→ **Task prompt**:
Print exactly what the entries say, line by line, from the first line down to the one with "from sheetnet.checks.verify import verify", inclusive.
---------- Exercise data
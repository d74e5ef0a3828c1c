"""Self-contained HTML reports (plots embedded as PNG data) for a model or a workbook, and the
learning-rate comparison. matplotlib draws; nothing is fetched from the network."""

from __future__ import annotations

import base64
import html
import io
from dataclasses import dataclass, replace
from pathlib import Path

import numpy as np

from sheetnet.book.expected import expected_numbers
from sheetnet.book.guide import caution
from sheetnet.book.read import read_inputs, read_layout
from sheetnet.book.untrusted import read_returned_workbook
from sheetnet.checks.verify import verify
from sheetnet.files import write_text_atomic
from sheetnet.net import data as dataio
from sheetnet.net.metrics import evaluate
from sheetnet.net.model import Model, load_model
from sheetnet.net.network import forward_pass, scaled_inputs
from sheetnet.report import verify_lines


def _figure():
    import matplotlib  # lazy: matplotlib costs about a second to import and only the HTML pages draw

    matplotlib.use("Agg")
    import matplotlib.pyplot as plt  # lazy: matplotlib costs about a second to import and only the HTML pages draw

    return plt


def _png(fig) -> str:
    buffer = io.BytesIO()
    fig.savefig(buffer, format="png", dpi=110, bbox_inches="tight")
    _figure().close(fig)
    return "data:image/png;base64," + base64.b64encode(buffer.getvalue()).decode("ascii")


def loss_plot(curves: dict[str, list[float]], title: str) -> str:
    """Loss per epoch, one line per curve (log scale when the losses span decades)."""
    plt = _figure()
    fig, ax = plt.subplots(figsize=(6.4, 3.6))
    for label, values in curves.items():
        finite = [v if np.isfinite(v) else np.nan for v in values]
        ax.plot(range(1, len(finite) + 1), finite, label=label, linewidth=1.6)
    ax.set_xlabel("epoch")
    ax.set_ylabel("mean training loss")
    ax.set_title(title)
    positive = [v for values in curves.values() for v in values if np.isfinite(v) and v > 0]
    if positive and max(positive) / min(positive) > 100:
        ax.set_yscale("log")
    if len(curves) > 1:
        ax.legend(fontsize=8)
    ax.grid(alpha=0.3)
    return _png(fig)
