def engine_values(book: Workbook, engine: str) -> tuple[dict, list]:
    """Recalculated values of every formula cell, per sheet, and the general-path cells."""
    if engine == "embedded":
        from sheetnet.engines.embedded import recalculate

        result = recalculate(book)
        return result.ordered, result.general
    if engine == "formulas":
        from sheetnet.engines.formulaspkg import recalculate as formulas_recalculate

        return formulas_recalculate(book), []
    from sheetnet.engines.libreoffice import recalculate as lo_recalculate

    with tempfile.TemporaryDirectory(prefix="sheetnet-verify-") as tmp:
        recalculated = read_workbook(lo_recalculate(book.path, Path(tmp)))
    values = {name: {pos: cells.values.get(pos) for pos in cells.formulas}
              for name, cells in recalculated.sheets.items()}
    return values, []


@dataclass
class VerifyReport:
    path: Path
    comparisons: list[Comparison]
    description_problems: list[str] = field(default_factory=list)  # in parts verify does not need
    signature: SignatureCheck | None = None  # with a key only
    realigned: list[str] = field(default_factory=list)  # structural changes followed (rows inserted...)
    unstable: Unstable | None = None  # record values rounding can move past the tolerance

    @property
    def verdict(self) -> str:
        """ok, stale (the formulas reproduce the reference but saved values are out of date) or
        mismatch, the worst over the engines and the one-at-a-time check of unstable cells."""
        verdicts = {c.verdict for c in self.comparisons}
        if self.unstable is not None and not self.unstable.holds:
            verdicts.add("mismatch")
        return next(v for v in ("mismatch", "stale", "ok") if v in verdicts or v == "ok")

    @property
    def ok(self) -> bool:
        return self.verdict == "ok" and (self.signature is None or self.signature.holds)

    def to_dict(self) -> dict:
        first = self.comparisons[0].to_dict()
        common = {"file": str(self.path), "verdict": self.verdict, "description_problems": self.description_problems,
                  "realigned": self.realigned, "unstable": None if self.unstable is None else self.unstable.to_dict(),
                  "signature": None if self.signature is None else self.signature.to_dict()}
        if len(self.comparisons) == 1:
            return {**first, **common, "ok": self.ok}
        merged = {"ok": self.ok, "engine": "both" if len(self.comparisons) == 2 else "all", **common,
                  "tolerance": first["tolerance"],
                  "engines": {c.engine: c.to_dict() for c in self.comparisons}}
        for key in ("cells_compared", "max_abs_diff", "mismatches", "errors", "stale_cached", "formula_differences"):
            values = [c.to_dict()[key] for c in self.comparisons]
            merged[key] = max(values) if key in ("cells_compared", "max_abs_diff") else \
                [dict(item, engine=c.engine) for c, items in zip(self.comparisons, values, strict=True)
                 for item in items]
        return merged


VERIFY_STAGES = 4


def signature_of(path: str | Path, key: bytes) -> SignatureCheck:
    """Whether a workbook's signature holds, without verifying its cells (for a workbook whose
    description cannot be trusted: the signature then says whether it was altered after signing)."""
    book = read_returned_workbook(path)
    try:
        data = read_description(book).data
    except WorkbookFormatError:
        data = None
    return check_signature(book, data, key)


def verify(path: str | Path, engine: str = "embedded", tolerance: float = DEFAULT_TOLERANCE,
           progress=None, key: bytes | None = None) -> VerifyReport:
    """Verify a workbook; raises WorkbookFormatError when it cannot be verified at all.

    ``progress`` (optional) is called with the number of finished stages out of VERIFY_STAGES; with
    ``key`` the report also says whether the workbook's signature holds."""
    if engine not in ENGINES:
        raise WorkbookFormatError(f"unknown engine {engine!r}; expected one of {', '.join(ENGINES)}")
    with paused_gc():
        return _verify(Path(path), engine, tolerance, progress or (lambda _done: None), key)


def _verify(path: Path, engine: str, tolerance: float, progress, key: bytes | None) -> VerifyReport:
    progress(0)
    book = read_returned_workbook(path)
    progress(1)
    layout, description = read_layout(book)
    names = ENGINE_SETS.get(engine, (engine,))
    if "formulas" in names:
        from sheetnet.engines.formulaspkg import check_size

        check_size(book)  # before anything runs: a clear refusal with an estimate
    # The engines recalculate in child processes while this one runs the reference: both need
    # only the file, and a 2-core machine does the two at once.
    running = [(name, Background(engine_values, book, name)) for name in names]
    try:
        alignment = _followable(alignment_for(book, layout, description.original))
        expected = expected_formulas(book, layout, alignment)
        prepared = prepare(book, expected, tolerance)  # while the engines still run
        progress(2)
        results = []
        for name, job in running:
            values, general = job.result()
            results.append((name, by_cell(book, name, values), general))
            progress(3)
        comparisons, unstable = compare_engines(book, layout, alignment, expected, results, tolerance, prepared)
    finally:
        for _, job in running:
            job.stop()
    progress(VERIFY_STAGES)
    signed = None if key is None else check_signature(book, description.data, key)
    return VerifyReport(path=Path(path), comparisons=comparisons, unstable=unstable,
                        description_problems=[str(p) for p in description.problems], signature=signed,
                        realigned=[] if alignment is None else [f"{c.sheet}!{c.cell}: {c.note}" if c.cell else c.note
                                                                for c in alignment.changes])


def _followable(alignment: Alignment | None) -> Alignment | None:
    """The alignment, when verify can compare through it; else why not, and where to look."""
    if alignment is not None and (alignment.missing or alignment.reordered):
        what = f"sheet(s) {', '.join(alignment.missing)} missing" if alignment.missing else \
            f"rows of {', '.join(alignment.reordered)} were reordered (sorted), and references from outside " \
            "the sorted rows still point at the old positions"
        raise WorkbookFormatError(f"{what}; run 'sheetnet audit' to see every change and what it did")
    return alignment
--------------------
→ **Response to this exercise**:
repository d74e5ef0a3828c1c
"""Self-contained HTML reports (plots embedded as PNG data) for a model or a workbook, and the
learning-rate comparison. matplotlib draws; nothing is fetched from the network."""

from __future__ import annotations

import base64
import html
import io
from dataclasses import dataclass, replace
from pathlib import Path

import numpy as np

from sheetnet.book.expected import expected_numbers
from sheetnet.book.guide import caution
from sheetnet.book.read import read_inputs, read_layout
from sheetnet.book.untrusted import read_returned_workbook
from sheetnet.checks.verify import verify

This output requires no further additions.